Fascículo ilustrado por Rep

Durante la última dictadura militar argentina se apuntó contra la LIJ, censurándose libros y autores, a la vez que los libros de editoriales como EUDEBA o el Centro Editor de América Latina eran quemados.

Entre los libros censurados se encontraban:

La torre de cubos, de Laura Devetach, aduciéndose que el libro critica la organización del trabajo, la propiedad privada y el principio de autoridad. (ob. cit. Imaginaria) (Ver también: Una torre de cubos para armar en libertad)

La planta de Bartolo, un cuento que forma parte de este libro puede leerse también en Imaginaria.

Un elefante ocupa mucho espacio, de Elsa Bornemann. Entre las causas de la censura, la dictadura alegó que ” de su análisis surge una posición que agravia a la moral, a la Iglesia, a la familia, al ser humano y a la sociedad que éste compone”. (ob. cit. Imaginaria)

La ultrabomba, de Mario Lodi. Trata la historia de un piloto que se niega a tirar una bomba.

El piloto volaba y decía: —  “Sólo veo chicos y gente que trabaja… el enemigo no lo veo… el enemigo no está”.

El rey y el general gritaron: —  “¡Son ellos el enemigo! Desengancha y destruílos”. Pero el pueblo y los soldados gritaron todos juntos: ¡NO!

Gritaron tan fuerte que el piloto los escuchó. Entonces regresó, voló sobre el castillo y le dijo al rey: —  “¡La bomba te la tiro a vos!”

De: La ultrabomba

El pueblo que no quería ser gris“, “La línea” y “Una pluma con historia, de Beatriz Doumerc y Ayax Barnes

La línea muestra todo lo que un hombre puede hacer con una línea, la puede abandonar o seguirla y marchar sobre ella mancomunadamente junto a otras personas haciendo una historia en común y para todos. (Ver: La línea, de Beatriz Doumerc y Ayax Barnes)

Un pueblo que no quería ser gris cuenta la historia de un rey autoritario le ordena a su pueblo pintar todas las casas de color gris. La gente se rebela contra él y decide pintarlas de azul, rojo y blanco, generando la caída del rey quien no puede volver a levantarse.

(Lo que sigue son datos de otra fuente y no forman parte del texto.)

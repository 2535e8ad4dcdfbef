import { cartCount } from '~/stores/cart';
import { useStoreAfterHydration } from './useAfterHydration';

/** The header's link to the cart, with the number of items kept in this browser. */
export default function CartBadge() {
  const count = useStoreAfterHydration(cartCount, 0);
  return (
    <a href="/cart" className="inline-flex items-center gap-2 no-underline hover:text-ember" data-testid="cart-badge">
      <span>Cart</span>
      <span
        className={`inline-flex h-5 min-w-5 items-center justify-center rounded-full px-1.5 text-xs tabular-nums ${count ? 'bg-ember text-paper-raised' : 'bg-mat text-ink-soft'}`}
        aria-label={`${count} ${count === 1 ? 'item' : 'items'} in the cart`}
      >
        {count}
      </span>
    </a>
  );
}
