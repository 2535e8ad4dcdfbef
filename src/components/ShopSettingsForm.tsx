import { useEffect, useId, useState, type ReactNode } from 'react';
import { Controller, useForm, type FieldValues, type Path, type UseFormRegisterReturn, type UseFormSetError } from 'react-hook-form';
import { zodResolver } from '@hookform/resolvers/zod';
import { QueryClient, QueryClientProvider, useQuery, useQueryClient } from '@tanstack/react-query';
import { formatMoney, minorUnitDigits } from '~/lib/money';
import { isoA, pixelsAt, sizeLabel } from '~/lib/paper-sizes';
import { LAB_FORMATS, LAB_FORMAT_LABEL, LAB_PPI_RANGE } from '~/lib/lab-pack';
import {
  FAMILY_UNIT, currencyChangeWarning, isKnownCurrency, licenceTierInput, paperInput, printSizeInput, shopSettingsInput,
  type DeleteOutcome, type LicenceTierData, type LicenceTierInput, type LicenceTierView, type PaperData, type PaperInput,
  type PaperView, type PrintSizeData, type PrintSizeInput, type PrintSizeView, type RebuildProgress, type SettingsSaved,
  type ShopSettingsData, type ShopSettingsInput, type ShopSettingsView, type StudioSettings,
} from '~/lib/settings-schemas';

type Props = {
  initial: StudioSettings;
  /** ISO 4217 codes the server accepts, for the currency field's suggestions. */
  currencies: string[];
};

// ------------------------------------------------------------------------------------------ fetching

interface ApiError { code: string; message: string; fields?: Record<string, string> }
type ApiResult<T> = { ok: true; data: T } | { ok: false; status: number; error: ApiError };

async function api<T>(url: string, method = 'GET', body?: unknown): Promise<ApiResult<T>> {
  let response: Response;
  try {
    response = await fetch(url, {
      method,
      headers: body === undefined ? undefined : { 'Content-Type': 'application/json' },
      body: body === undefined ? undefined : JSON.stringify(body),
    });
  } catch {
    return { ok: false, status: 0, error: { code: 'offline', message: 'The shop could not be reached. Check the connection and try again.' } };
  }
  const json = await response.json().catch(() => null);
  if (response.ok) return { ok: true, data: json as T };
  const error = (json?.error as ApiError | undefined) ?? { code: 'server_error', message: `The shop answered ${response.status}.` };
  return { ok: false, status: response.status, error };
}
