function KeywordsField({ value, onChange, onBlur, error }: { value: string[]; onChange: (v: string[]) => void; onBlur: () => void; error?: string }) {
  const id = useId();
  const [text, setText] = useState(value.join(', '));
  // A reset from outside (after saving) replaces the text; typing does not fight the cursor.
  useEffect(() => {
    if (JSON.stringify(splitKeywords(text)) !== JSON.stringify(value)) setText(value.join(', '));
    // eslint-disable-next-line react-hooks/exhaustive-deps
  }, [value]);
  const words = splitKeywords(text);
  return (
    <div>
      <label htmlFor={id} className="eyebrow mb-1 block">Keywords</label>
      <input
        id={id}
        className="field"
        value={text}
        onChange={(e) => { setText(e.target.value); onChange(splitKeywords(e.target.value)); }}
        onBlur={onBlur}
        aria-describedby={`${id}-hint`}
        aria-invalid={Boolean(error)}
        placeholder="pear, slate, window light"
      />
      <span id={`${id}-hint`} className="mt-1 flex justify-between text-xs text-ink-soft">
        <span>Separate with commas. Stored in lower case.</span>
        <span className="tabular-nums">{words.length} / {MAX_KEYWORDS}</span>
      </span>
      <FieldError message={error} />
    </div>
  );
}

const FOCAL_STEP = 0.01;
const FOCAL_BIG_STEP = 0.05;
const clamp01 = (n: number) => Math.min(1, Math.max(0, Math.round(n * 1000) / 1000));

/** The preview with the focal point: click to place it, or focus the marker and use the arrow keys. */
function FocalPicker({ editor, value, onChange }: { editor: StudioWorkEditor; value: FocalPointInput; onChange: (v: FocalPointInput) => void }) {
  const picture = editor.work.picture;
  const variant = variantAtLeast(picture, 960);
  const frame = useRef<HTMLDivElement>(null);
  const hintId = useId();

  function place(event: MouseEvent<HTMLDivElement>) {
    const box = frame.current?.getBoundingClientRect();
    if (!box || box.width === 0 || box.height === 0) return;
    onChange({ x: clamp01((event.clientX - box.left) / box.width), y: clamp01((event.clientY - box.top) / box.height) });
  }

  function nudge(event: KeyboardEvent<HTMLButtonElement>) {
    const step = event.shiftKey ? FOCAL_BIG_STEP : FOCAL_STEP;
    const moves: Record<string, [number, number]> = { ArrowLeft: [-step, 0], ArrowRight: [step, 0], ArrowUp: [0, -step], ArrowDown: [0, step] };
    const move = moves[event.key];
    if (!move) return;
    event.preventDefault();
    onChange({ x: clamp01(value.x + move[0]), y: clamp01(value.y + move[1]) });
  }

  const pct = (n: number) => `${Math.round(n * 100)} %`;
  return (
    <figure>
      <div className="bg-mat p-5">
        <div
          ref={frame}
          className="relative mx-auto cursor-crosshair"
          style={{ aspectRatio: `${picture.width} / ${picture.height}`, maxHeight: '28rem' }}
          onClick={place}
          data-testid="focal-frame"
        >
          <img
            src={mediaUrl(picture.key, variant.name, 'jpeg')}
            alt={picture.alt}
            width={variant.width}
            height={variant.height}
            className="h-full w-full select-none object-contain"
            draggable={false}
            style={{ backgroundColor: picture.dominantColor }}
          />
          <button
            type="button"
            className="absolute h-7 w-7 -translate-x-1/2 -translate-y-1/2 rounded-full border-2 border-paper-raised bg-ember/40 shadow-[0_0_0_1px_rgb(var(--ink)/0.6)]"
            style={{ left: `${value.x * 100}%`, top: `${value.y * 100}%` }}
            onClick={(e) => e.stopPropagation()}
            onKeyDown={nudge}
            aria-label={`Focal point: ${pct(value.x)} across, ${pct(value.y)} down`}
            aria-describedby={hintId}
            data-testid="focal-marker"
          />
        </div>
      </div>
      <figcaption id={hintId} className="mt-2 text-xs text-ink-soft">
        Focal point {pct(value.x)} across, {pct(value.y)} down. Click the picture to move it, or focus the marker and use the arrow keys
        (Shift for bigger steps). Crops that fill the paper keep this point in frame. Saved with the details.
      </figcaption>
    </figure>
  );
}
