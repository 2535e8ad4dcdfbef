import { useState } from 'react';
import { Controller, useForm } from 'react-hook-form';
import { zodResolver } from '@hookform/resolvers/zod';
import { enquiryInput, EXCLUSIVITIES, EXCLUSIVITY_LABEL, type EnquiryInput } from '~/lib/quote-schemas';
import { CountInput, Field, Notice, postJson, showServerErrors, TermInput } from './QuoteFormParts';

type Props = {
  workId: number;
  workTitle: string;
  /** False when the work has no property release: commercial use cannot be asked for. */
  commercialAllowed: boolean;
  /** The signed-in person's name, as a starting point for the licensee. */
  name: string;
};

type FormValues = { [K in keyof EnquiryInput]: EnquiryInput[K] };
const FIELD_NAMES = Object.keys(enquiryInput.shape);

/** Asks the studio for a licence the tiers do not cover; the answer comes by e-mail and in the account. */
export default function QuoteEnquiryForm({ workId, workTitle, commercialAllowed, name }: Props) {
  const { register, handleSubmit, control, formState, setError, watch } = useForm<FormValues, unknown, EnquiryInput>({
    resolver: zodResolver(enquiryInput) as never,
    defaultValues: {
      workId, use: 'editorial', media: '', printRun: null, territory: '', termMonths: 12, exclusivity: 'none',
      licenseeName: name, licenseeOrganisation: '', message: '',
    },
  });
  const [message, setMessage] = useState<string | null>(null);
  const [sent, setSent] = useState<{ url: string } | null>(null);
  const errors = formState.errors;
  const use = watch('use');

  async function submit(values: EnquiryInput) {
    setMessage(null);
    const result = await postJson<{ id: string; url: string }>('/api/account/quotes', values);
    if (!result.ok) {
      setMessage(showServerErrors(result.error, setError, FIELD_NAMES));
      return;
    }
    setSent({ url: result.data.url });
  }

  if (sent) {
    return (
      <Notice tone="ok">
        <p className="font-medium" data-testid="enquiry-sent">Your enquiry is with the studio.</p>
        <p className="mt-1 text-ink-soft">You will get an e-mail when they answer. You can follow it from your account: <a href={sent.url} className="text-ember underline">the enquiry</a>.</p>
      </Notice>
    );
  }

  return (
    <form onSubmit={handleSubmit(submit)} noValidate className="space-y-5" aria-label={`Ask for a quote for “${workTitle}”`} data-testid="enquiry-form">
      <fieldset>
        <legend className="mb-1 block text-sm font-medium">Use</legend>
        <div className="flex flex-wrap gap-x-6 gap-y-1 text-sm">
          <label className="flex items-center gap-2"><input type="radio" value="editorial" {...register('use')} className="accent-[rgb(var(--ember))]" /> Editorial</label>
          <label className={`flex items-center gap-2 ${commercialAllowed ? '' : 'text-ink-soft'}`}>
            <input type="radio" value="commercial" {...register('use')} disabled={!commercialAllowed} className="accent-[rgb(var(--ember))]" /> Commercial
          </label>
        </div>
        {!commercialAllowed && <p className="mt-1 text-xs text-ink-soft">Commercial use is not offered for this picture: it shows property without a release.</p>}
        {use === 'editorial' && commercialAllowed && <p className="mt-1 text-xs text-ink-soft">Editorial: news, features, books. Advertising, packaging or brand content is commercial.</p>}
        {errors.use && <p className="mt-1 text-xs text-ember">{errors.use.message}</p>}
      </fieldset>

      <Field label="Where the picture will appear" error={errors.media?.message} hint="For example: a book cover, packaging, a trade-fair stand, a television title sequence.">
        {(ids) => <input {...ids} {...register('media')} className="field" autoComplete="off" />}
      </Field>

      <div className="grid gap-5 sm:grid-cols-2">
        <Field label="Print run or audience" optional error={errors.printRun?.message} hint="Copies, viewers or impressions.">
          {(ids) => (
            <Controller control={control} name="printRun" render={({ field }) => <CountInput {...ids} value={field.value} onChange={field.onChange} onBlur={field.onBlur} placeholder="e.g. 20000" />} />
          )}
        </Field>
        <Field label="Territory" error={errors.territory?.message} hint="A country, a region, or worldwide.">
          {(ids) => <input {...ids} {...register('territory')} className="field" autoComplete="off" />}
        </Field>
      </div>

      <Field label="For how long" error={errors.termMonths?.message}>
        {(ids) => (
          <Controller control={control} name="termMonths" render={({ field }) => <TermInput {...ids} value={field.value} onChange={field.onChange} onBlur={field.onBlur} />} />
        )}
      </Field>

      <Field label="Exclusivity" error={errors.exclusivity?.message}>
        {(ids) => (
          <select {...ids} {...register('exclusivity')} className="field">
            {EXCLUSIVITIES.map((e) => <option key={e} value={e}>{EXCLUSIVITY_LABEL[e]}</option>)}
          </select>
        )}
      </Field>

      <div className="grid gap-5 sm:grid-cols-2">
        <Field label="Licensee’s name" error={errors.licenseeName?.message}>
          {(ids) => <input {...ids} {...register('licenseeName')} className="field" autoComplete="name" />}
        </Field>
        <Field label="Organisation" optional error={errors.licenseeOrganisation?.message}>
          {(ids) => <input {...ids} {...register('licenseeOrganisation')} className="field" autoComplete="organization" />}
        </Field>
      </div>

      <Field label="Tell the studio about the use" error={errors.message?.message}>
        {(ids) => <textarea {...ids} {...register('message')} className="field min-h-[6rem]" />}
      </Field>

      {message && <Notice tone="error">{message}</Notice>}
      <div className="flex flex-wrap items-center gap-4">
        <button type="submit" className="btn-primary" disabled={formState.isSubmitting} data-testid="send-enquiry">
          {formState.isSubmitting ? 'Sending…' : 'Send the enquiry'}
        </button>
        <p className="text-xs text-ink-soft">The studio answers by e-mail with terms and a price.</p>
      </div>
    </form>
  );
}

Una pluma con historia relata la historia de un pájaro que después de mucho andar por la vida encuentra que ésta le presenta oportunidades para elegir, optando por la libertad. (Ver reseña en Darabuc)

Cinco dedos. Este libro fue publicado por Ediciones de la Flor y trata la historia de una mano verde que persigue a los dedos de una mano roja que para defenderse y vencer, decide unirse y formar un puño. El libro fue escrito en Berlín Occidental. La orden de censura de este libro se difundió por radio los editores fueron detenidos.

En relación a la quema de libros del Centro Editor de América Latina, la escritora Graciela Cabal cuenta en Imaginaria que:

“Más libros para más” era la consigna del Centro Editor de América Latina, Ceal, el sello fundado por Boris Spivacow que repartió cantidad y calidad a través de colecciones memorables como Capítulo, Historia del movimiento obrero, Biblioteca Política Argentina, La historia popular, Cuentos del Chiribitil, Siglomundo, Nueva Enciclopedia del Mundo Joven y Transformaciones, entre centenares de entregas en fascículos o volúmenes económicos.

“El 30 de agosto de 1980 la policía bonaerense quemó en un baldío de Sarandí un millón y medio de ejemplares del sello, retirados de los depósitos por orden del juez federal de La Plata Héctor Gustavo de la Serna. Fueron llevados a la fuerza dos testigos para que presenciaran y fotografiaran la pira. El objetivo era demostrar que nadie se robaba libros. Para qué andar con rodeos: lisa y llanamente se prendía fuego.

“Boris Spivacow salvó por milagro su vida. Pero el Ceal nunca pudo reponerse de los golpes del Golpe.” (Fuente: Imaginaria)

Entre la cantidad de escritores, músicos y artistas censurados se encontraba María Elena Walsh.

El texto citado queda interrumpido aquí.